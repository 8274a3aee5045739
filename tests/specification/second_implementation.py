#!/usr/bin/env python3
"""A second implementation of leat's specification, from the page alone.

It shares no code with the library and uses nothing but Python's integers and exact fractions. Run
without arguments it checks every vector of tests/golden/vectors.json that it covers; with --write
it computes the expected values and writes the file, so that the library is tested against this
program and not against itself.
"""

import json
import os
import sys
from fractions import Fraction

M32 = 0xFFFFFFFF
M64 = 0xFFFFFFFFFFFFFFFF


def siphash128(k0, k1, words):
    """SipHash-2-4 with a 128-bit result (Aumasson and Bernstein 2012) over 64-bit words."""
    v = [k0 ^ 0x736F6D6570736575, k1 ^ 0x646F72616E646F6D ^ 0xEE,
         k0 ^ 0x6C7967656E657261, k1 ^ 0x7465646279746573]

    def rotl(x, n):
        return ((x << n) | (x >> (64 - n))) & M64

    def rounds(n):
        for _ in range(n):
            v[0] = (v[0] + v[1]) & M64
            v[1] = rotl(v[1], 13) ^ v[0]
            v[0] = rotl(v[0], 32)
            v[2] = (v[2] + v[3]) & M64
            v[3] = rotl(v[3], 16) ^ v[2]
            v[0] = (v[0] + v[3]) & M64
            v[3] = rotl(v[3], 21) ^ v[0]
            v[2] = (v[2] + v[1]) & M64
            v[1] = rotl(v[1], 17) ^ v[2]
            v[2] = rotl(v[2], 32)

    for m in list(words) + [((8 * len(words)) & 0xFF) << 56]:
        v[3] ^= m
        rounds(2)
        v[0] ^= m
    v[2] ^= 0xEE
    rounds(4)
    low = v[0] ^ v[1] ^ v[2] ^ v[3]
    v[1] ^= 0xDD
    rounds(4)
    return low, v[0] ^ v[1] ^ v[2] ^ v[3]


def philox4x32(counter, key):
    """Ten rounds (Salmon, Moraes, Dror and Shaw 2011), words least significant first."""
    x = list(counter)
    k = list(key)
    for _ in range(10):
        p0 = x[0] * 0xD2511F53
        p1 = x[2] * 0xCD9E8D57
        x = [(p1 >> 32) ^ x[1] ^ k[0], p1 & M32, (p0 >> 32) ^ x[3] ^ k[1], p0 & M32]
        k = [(k[0] + 0x9E3779B9) & M32, (k[1] + 0xBB67AE85) & M32]
    return x


KINDS = {"stream": 1, "engine": 2, "chunk": 3, "offspring": 4, "indexed variate": 5}


def item(part):
    if isinstance(part, str):
        data = part.encode("utf-8")
        padded = data + b"\0" * (-len(data) % 8)
        return [3 + 256 * len(data)] + [int.from_bytes(padded[i:i + 8], "little")
                                        for i in range(0, len(padded), 8)]
    return [1, part] if part >= 0 else [2, -part]


def place(start, parts, kind):
    """Key and upper word of a path; `start` is the seed's item or a parent's."""
    words = [int.from_bytes(b"leat\1\0\0\0", "little")] + start
    parts = list(parts)
    index = parts.pop() if parts and not isinstance(parts[-1], str) else None
    for part in parts:
        words += item(part)
    form = 0 if index is None else 1 if index >= 0 else 2
    words.append(KINDS[kind] + 256 * form)
    key_bytes = bytes(range(16))
    low, high = siphash128(int.from_bytes(key_bytes[:8], "little"),
                           int.from_bytes(key_bytes[8:], "little"), words)
    return low, (high + abs(index or 0)) & M64


class Stream:
    def __init__(self, key, upper, position=0):
        self.key, self.upper, self.position = key, upper, position

    @classmethod
    def open(cls, seed, path):
        return cls(*place(item(seed), path, "stream"))

    def offspring(self, i):
        return Stream(*place([4, self.key, self.upper], [i], "offspring"))

    def __call__(self):
        b, second = divmod(self.position, 2)
        y = philox4x32([b & M32, b >> 32, self.upper & M32, self.upper >> 32],
                       [self.key & M32, self.key >> 32])
        self.position += 1
        return y[2 * second] | y[2 * second + 1] << 32

    def line(self):
        low, _ = siphash128(0, 0, [1, self.key, self.upper, self.position])
        return "leat-stream 1 key %016x upper %016x word %d sum %08x" % (
            self.key, self.upper, self.position, low & M32)


HEX = "%016x"

PATHS = [
    (20261201, []),
    (20261201, ["failures", 3, 4]),
    (20261201, ["failures", 3]),
    (20261201, ["failures"]),
    (20261201, [3]),
    (20261201, ["3"]),
    (20261201, ["ab", "c"]),
    (20261201, ["a", "bc"]),
    (20261201, [-1]),
    (20261201, [1]),
    (20261201, [M64]),
    (20261201, [-(2 ** 63)]),
    (20261201, ["a"]),
    (20261201, ["a", 0]),
    (20261201, [""]),
    (20261201, ["", ""]),
    (20261201, ["eight by", 2]),
    (20261201, ["nine byte", 2]),
    (20261201, ["\u00e9", 2]),
    (20261201, [1, 2, 3, 4, 5, 6, 7, 8, 9, -10]),
    ("20261201", ["failures", 3, 4]),
    ("", []),
    (0, []),
    (-1, []),
    (M64, []),
    (1, ["a text of more than sixteen bytes", -3, "gearbox", 12]),
]


def stream_vectors():
    rows = []
    for seed, path in PATHS:
        s = Stream.open(seed, path)
        child, named = s.offspring(5), s.offspring("spare")
        row = {"seed": seed, "path": path, "key": HEX % s.key, "upper": HEX % s.upper,
               "line": s.line(), "offspring_5": child.line(), "offspring_spare": named.line(),
               "words": [HEX % s() for _ in range(5)]}
        s.position = M64 - 2
        row["last_words"] = [HEX % s(), HEX % s()]
        rows.append(row)
    return rows


def computed():
    return {"streams": stream_vectors()}


def as_json(x):
    """JSON with integers beyond 2^53 as they are: readers must keep 64-bit integers."""
    return json.dumps(x, indent=1, sort_keys=True) + "\n"


def main():
    path = os.path.join(os.path.dirname(os.path.abspath(__file__)), "..", "golden", "vectors.json")
    if sys.argv[1:] == ["--write"]:
        with open(path, "w", encoding="ascii") as f:
            f.write(as_json(computed()))
        return 0
    with open(path, encoding="ascii") as f:
        kept = json.load(f)
    mine = computed()
    failures = checks = 0
    for section, rows in mine.items():
        if section not in kept or len(kept[section]) != len(rows):
            print("vectors.json: section %s is missing or of another length" % section)
            failures += 1
            continue
        for ours, theirs in zip(rows, kept[section]):
            checks += 1
            if ours != theirs:
                failures += 1
                print("%s: kept %s, computed %s" % (section, theirs, ours))
    print("second implementation: %d passed, %d failed" % (checks - failures, failures))
    return 1 if failures or not checks else 0


if __name__ == "__main__":
    sys.exit(main())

----------------------------------------

_Prompt:_
From the entries above, copy each line holding "rotl".

_Response:_
    def rotl(x, n):
            v[1] = rotl(v[1], 13) ^ v[0]
            v[0] = rotl(v[0], 32)
            v[3] = rotl(v[3], 16) ^ v[2]
            v[3] = rotl(v[3], 21) ^ v[0]
            v[1] = rotl(v[1], 17) ^ v[2]
            v[2] = rotl(v[2], 32)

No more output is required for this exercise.